## Work to be completed
Print every line of the listing below, starting with the line that holds "const collect = (t: number, y: number[])" and going on through the line that holds "step before. */", both included, and print nothing else.

## Data for this exercise
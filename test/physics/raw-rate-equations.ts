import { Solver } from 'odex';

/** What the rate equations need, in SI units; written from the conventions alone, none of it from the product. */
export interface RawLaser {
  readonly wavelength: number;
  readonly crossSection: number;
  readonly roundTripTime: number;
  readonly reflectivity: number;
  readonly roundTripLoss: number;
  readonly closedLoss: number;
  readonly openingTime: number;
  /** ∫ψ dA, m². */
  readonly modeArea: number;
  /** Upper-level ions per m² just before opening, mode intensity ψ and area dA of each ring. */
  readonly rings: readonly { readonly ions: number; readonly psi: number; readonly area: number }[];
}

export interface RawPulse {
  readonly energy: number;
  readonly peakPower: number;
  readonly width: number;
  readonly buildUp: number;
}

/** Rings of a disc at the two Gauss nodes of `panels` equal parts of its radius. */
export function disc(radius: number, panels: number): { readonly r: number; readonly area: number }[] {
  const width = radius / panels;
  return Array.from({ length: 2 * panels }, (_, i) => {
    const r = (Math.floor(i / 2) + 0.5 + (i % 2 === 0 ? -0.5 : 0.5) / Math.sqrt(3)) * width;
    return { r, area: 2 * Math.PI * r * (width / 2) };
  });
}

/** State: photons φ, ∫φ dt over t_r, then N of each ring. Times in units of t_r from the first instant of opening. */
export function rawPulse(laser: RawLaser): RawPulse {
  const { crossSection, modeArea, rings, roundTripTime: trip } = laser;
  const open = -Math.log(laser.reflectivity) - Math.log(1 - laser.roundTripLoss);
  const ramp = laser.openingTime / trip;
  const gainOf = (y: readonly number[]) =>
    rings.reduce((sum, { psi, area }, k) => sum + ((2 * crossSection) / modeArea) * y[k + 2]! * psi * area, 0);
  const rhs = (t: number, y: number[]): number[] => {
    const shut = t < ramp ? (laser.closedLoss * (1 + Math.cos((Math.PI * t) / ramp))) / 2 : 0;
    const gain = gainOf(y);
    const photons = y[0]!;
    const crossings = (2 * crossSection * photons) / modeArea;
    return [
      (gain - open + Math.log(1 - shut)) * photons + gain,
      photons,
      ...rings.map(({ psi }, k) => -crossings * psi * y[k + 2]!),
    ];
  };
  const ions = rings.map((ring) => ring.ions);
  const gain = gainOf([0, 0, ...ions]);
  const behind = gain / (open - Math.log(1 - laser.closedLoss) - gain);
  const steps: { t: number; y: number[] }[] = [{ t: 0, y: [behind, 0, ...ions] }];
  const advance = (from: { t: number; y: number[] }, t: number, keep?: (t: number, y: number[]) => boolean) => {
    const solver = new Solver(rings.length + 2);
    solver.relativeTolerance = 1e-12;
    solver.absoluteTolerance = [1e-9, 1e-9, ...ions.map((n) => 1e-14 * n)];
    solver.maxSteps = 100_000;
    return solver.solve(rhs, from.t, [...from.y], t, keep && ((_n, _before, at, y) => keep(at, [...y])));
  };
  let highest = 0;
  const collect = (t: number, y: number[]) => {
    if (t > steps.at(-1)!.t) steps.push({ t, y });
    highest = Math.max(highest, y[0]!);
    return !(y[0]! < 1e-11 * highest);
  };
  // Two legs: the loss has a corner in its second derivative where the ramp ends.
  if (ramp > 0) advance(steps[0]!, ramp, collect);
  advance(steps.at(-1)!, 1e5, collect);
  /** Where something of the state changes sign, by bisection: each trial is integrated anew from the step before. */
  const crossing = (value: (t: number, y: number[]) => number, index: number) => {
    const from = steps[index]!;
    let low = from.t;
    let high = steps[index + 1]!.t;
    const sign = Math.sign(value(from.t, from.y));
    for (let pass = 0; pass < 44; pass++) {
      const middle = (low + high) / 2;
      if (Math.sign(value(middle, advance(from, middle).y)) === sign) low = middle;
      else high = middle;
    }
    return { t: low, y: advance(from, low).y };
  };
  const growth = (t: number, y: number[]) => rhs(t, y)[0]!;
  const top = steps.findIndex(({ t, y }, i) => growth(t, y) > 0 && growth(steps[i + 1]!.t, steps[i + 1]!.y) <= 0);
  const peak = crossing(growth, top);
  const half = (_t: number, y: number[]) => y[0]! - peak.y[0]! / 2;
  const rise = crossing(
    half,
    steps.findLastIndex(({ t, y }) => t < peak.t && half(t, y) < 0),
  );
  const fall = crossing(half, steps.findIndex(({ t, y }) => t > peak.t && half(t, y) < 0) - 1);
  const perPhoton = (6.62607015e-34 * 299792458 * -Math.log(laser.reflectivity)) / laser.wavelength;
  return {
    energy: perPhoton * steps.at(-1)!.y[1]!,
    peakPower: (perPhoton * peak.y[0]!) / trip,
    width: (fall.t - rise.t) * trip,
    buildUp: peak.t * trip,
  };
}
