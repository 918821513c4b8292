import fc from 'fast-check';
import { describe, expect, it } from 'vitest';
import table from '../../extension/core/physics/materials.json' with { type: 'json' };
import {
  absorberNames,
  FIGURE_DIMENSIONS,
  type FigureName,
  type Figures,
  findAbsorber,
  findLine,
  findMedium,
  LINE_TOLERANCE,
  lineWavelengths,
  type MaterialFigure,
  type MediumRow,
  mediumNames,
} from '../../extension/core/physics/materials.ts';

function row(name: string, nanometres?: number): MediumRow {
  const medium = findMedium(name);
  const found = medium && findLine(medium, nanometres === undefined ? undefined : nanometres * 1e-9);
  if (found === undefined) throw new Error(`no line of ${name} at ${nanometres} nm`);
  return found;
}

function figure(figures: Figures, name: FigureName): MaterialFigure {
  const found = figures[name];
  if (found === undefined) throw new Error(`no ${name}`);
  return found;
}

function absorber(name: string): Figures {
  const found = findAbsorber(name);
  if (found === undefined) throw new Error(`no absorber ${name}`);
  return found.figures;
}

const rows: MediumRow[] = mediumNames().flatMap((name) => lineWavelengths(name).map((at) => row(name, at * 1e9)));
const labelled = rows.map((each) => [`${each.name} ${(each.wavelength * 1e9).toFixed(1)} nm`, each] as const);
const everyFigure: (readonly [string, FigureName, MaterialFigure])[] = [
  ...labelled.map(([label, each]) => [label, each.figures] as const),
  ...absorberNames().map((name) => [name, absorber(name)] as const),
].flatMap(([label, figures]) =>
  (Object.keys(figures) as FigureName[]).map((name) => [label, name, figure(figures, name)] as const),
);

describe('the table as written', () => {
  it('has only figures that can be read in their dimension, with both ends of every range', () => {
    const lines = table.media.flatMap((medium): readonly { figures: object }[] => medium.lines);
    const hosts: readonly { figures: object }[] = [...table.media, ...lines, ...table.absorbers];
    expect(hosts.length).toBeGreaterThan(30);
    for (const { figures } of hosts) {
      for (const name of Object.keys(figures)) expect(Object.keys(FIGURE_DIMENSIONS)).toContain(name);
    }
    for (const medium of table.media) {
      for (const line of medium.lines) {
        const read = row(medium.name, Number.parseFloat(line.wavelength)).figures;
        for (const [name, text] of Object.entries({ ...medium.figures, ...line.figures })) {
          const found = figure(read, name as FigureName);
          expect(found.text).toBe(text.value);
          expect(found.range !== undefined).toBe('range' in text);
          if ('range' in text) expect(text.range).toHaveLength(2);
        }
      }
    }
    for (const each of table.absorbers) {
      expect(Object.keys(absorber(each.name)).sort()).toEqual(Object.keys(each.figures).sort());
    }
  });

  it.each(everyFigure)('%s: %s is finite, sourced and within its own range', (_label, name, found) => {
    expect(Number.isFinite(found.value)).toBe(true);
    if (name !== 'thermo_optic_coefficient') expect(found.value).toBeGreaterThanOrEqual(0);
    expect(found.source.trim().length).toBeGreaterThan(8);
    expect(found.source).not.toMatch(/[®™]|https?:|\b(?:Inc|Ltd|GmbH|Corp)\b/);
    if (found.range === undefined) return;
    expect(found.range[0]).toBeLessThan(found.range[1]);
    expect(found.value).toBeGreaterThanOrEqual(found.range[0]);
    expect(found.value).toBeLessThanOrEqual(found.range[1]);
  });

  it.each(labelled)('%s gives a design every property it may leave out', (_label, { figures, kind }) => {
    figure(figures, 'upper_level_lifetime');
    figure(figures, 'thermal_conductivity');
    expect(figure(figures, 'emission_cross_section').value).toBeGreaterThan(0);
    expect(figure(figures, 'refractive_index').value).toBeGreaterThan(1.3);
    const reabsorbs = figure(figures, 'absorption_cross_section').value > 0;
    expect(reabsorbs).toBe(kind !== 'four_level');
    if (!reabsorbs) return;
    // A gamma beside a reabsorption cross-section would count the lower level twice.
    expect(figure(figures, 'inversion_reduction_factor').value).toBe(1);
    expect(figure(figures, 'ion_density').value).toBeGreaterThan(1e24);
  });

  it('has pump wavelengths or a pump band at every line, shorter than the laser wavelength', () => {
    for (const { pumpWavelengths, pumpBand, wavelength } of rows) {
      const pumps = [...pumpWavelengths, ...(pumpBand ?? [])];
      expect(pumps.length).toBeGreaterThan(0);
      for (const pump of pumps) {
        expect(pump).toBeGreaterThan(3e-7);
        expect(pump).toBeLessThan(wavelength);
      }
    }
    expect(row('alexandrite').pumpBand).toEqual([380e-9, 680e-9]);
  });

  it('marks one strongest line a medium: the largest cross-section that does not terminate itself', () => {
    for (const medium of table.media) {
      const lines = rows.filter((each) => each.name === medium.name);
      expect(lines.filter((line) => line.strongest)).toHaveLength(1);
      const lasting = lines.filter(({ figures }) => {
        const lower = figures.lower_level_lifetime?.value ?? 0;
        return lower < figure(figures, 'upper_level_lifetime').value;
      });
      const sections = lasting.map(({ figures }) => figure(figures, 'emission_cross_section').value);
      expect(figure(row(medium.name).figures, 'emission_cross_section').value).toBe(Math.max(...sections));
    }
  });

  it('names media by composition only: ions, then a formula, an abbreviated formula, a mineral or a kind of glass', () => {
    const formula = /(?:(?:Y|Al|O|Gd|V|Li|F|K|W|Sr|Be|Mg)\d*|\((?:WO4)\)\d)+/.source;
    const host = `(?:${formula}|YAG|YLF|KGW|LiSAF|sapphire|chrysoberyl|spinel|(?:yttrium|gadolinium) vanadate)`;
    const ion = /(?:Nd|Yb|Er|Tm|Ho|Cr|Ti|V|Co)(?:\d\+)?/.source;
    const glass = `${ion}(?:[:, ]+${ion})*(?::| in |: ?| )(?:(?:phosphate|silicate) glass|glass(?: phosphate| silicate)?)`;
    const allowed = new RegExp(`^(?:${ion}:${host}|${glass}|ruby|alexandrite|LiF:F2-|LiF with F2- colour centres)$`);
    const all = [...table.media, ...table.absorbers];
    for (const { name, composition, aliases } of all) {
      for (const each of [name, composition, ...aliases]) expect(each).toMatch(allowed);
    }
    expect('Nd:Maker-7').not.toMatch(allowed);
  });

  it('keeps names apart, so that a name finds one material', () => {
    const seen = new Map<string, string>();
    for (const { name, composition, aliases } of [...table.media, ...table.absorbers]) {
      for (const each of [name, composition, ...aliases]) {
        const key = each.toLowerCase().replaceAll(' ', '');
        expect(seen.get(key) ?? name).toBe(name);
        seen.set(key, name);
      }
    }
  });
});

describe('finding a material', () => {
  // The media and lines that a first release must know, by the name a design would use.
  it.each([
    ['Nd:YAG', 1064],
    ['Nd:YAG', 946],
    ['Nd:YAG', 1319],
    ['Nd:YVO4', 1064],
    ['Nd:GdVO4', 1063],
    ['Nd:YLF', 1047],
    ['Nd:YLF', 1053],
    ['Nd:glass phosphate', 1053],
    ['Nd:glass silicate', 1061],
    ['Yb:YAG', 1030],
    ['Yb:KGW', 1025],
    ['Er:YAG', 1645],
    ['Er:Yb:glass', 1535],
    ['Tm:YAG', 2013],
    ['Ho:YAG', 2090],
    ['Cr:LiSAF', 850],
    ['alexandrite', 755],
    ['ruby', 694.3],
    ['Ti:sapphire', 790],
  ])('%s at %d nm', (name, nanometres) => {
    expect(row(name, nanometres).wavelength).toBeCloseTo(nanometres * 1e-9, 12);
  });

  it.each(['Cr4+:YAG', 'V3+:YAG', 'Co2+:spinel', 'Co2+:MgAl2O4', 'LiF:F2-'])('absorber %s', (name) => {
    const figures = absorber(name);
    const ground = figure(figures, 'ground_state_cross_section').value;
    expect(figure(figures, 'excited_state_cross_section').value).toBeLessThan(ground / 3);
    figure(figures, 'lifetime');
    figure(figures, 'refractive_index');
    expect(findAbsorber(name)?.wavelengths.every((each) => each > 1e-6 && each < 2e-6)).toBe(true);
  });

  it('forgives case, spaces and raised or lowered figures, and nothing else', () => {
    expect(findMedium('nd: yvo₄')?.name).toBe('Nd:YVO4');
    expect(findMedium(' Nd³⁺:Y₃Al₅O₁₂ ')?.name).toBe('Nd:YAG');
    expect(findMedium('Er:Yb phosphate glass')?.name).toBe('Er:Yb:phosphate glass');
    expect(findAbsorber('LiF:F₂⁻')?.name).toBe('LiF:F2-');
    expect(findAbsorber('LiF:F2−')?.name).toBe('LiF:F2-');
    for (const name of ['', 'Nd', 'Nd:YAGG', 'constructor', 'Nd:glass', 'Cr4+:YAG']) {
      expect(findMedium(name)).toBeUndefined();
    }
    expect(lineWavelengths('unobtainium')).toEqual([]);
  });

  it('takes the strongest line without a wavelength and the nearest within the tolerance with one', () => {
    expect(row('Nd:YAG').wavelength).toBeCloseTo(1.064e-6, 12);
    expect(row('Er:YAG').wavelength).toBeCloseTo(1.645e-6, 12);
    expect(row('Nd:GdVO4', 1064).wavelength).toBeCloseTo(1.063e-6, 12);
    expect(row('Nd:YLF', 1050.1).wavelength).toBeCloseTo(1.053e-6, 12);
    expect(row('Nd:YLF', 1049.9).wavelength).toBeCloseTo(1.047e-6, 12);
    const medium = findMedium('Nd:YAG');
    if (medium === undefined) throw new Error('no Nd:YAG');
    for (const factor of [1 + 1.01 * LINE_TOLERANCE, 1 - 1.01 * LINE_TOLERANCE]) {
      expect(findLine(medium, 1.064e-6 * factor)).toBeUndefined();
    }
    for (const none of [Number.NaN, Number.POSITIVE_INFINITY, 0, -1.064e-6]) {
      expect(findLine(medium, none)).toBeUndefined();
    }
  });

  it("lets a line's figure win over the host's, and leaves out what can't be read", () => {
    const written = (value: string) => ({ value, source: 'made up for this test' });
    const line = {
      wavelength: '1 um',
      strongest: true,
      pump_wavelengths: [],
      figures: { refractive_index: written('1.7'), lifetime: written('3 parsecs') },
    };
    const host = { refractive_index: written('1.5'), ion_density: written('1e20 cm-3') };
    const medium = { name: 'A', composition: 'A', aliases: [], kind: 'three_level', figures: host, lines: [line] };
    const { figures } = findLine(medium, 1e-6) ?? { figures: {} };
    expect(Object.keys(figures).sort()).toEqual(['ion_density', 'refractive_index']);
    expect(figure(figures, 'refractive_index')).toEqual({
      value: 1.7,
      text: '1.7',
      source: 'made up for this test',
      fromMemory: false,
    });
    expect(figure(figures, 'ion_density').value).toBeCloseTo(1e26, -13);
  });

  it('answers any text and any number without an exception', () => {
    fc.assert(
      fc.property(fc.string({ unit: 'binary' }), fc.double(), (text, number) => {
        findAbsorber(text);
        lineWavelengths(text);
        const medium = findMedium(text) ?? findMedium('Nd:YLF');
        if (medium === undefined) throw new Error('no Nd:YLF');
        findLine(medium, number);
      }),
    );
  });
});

## Result below
  const collect = (t: number, y: number[]) => {
    if (t > steps.at(-1)!.t) steps.push({ t, y });
    highest = Math.max(highest, y[0]!);
    return !(y[0]! < 1e-11 * highest);
  };
  // Two legs: the loss has a corner in its second derivative where the ramp ends.
  if (ramp > 0) advance(steps[0]!, ramp, collect);
  advance(steps.at(-1)!, 1e5, collect);
  /** Where something of the state changes sign, by bisection: each trial is integrated anew from the step before. */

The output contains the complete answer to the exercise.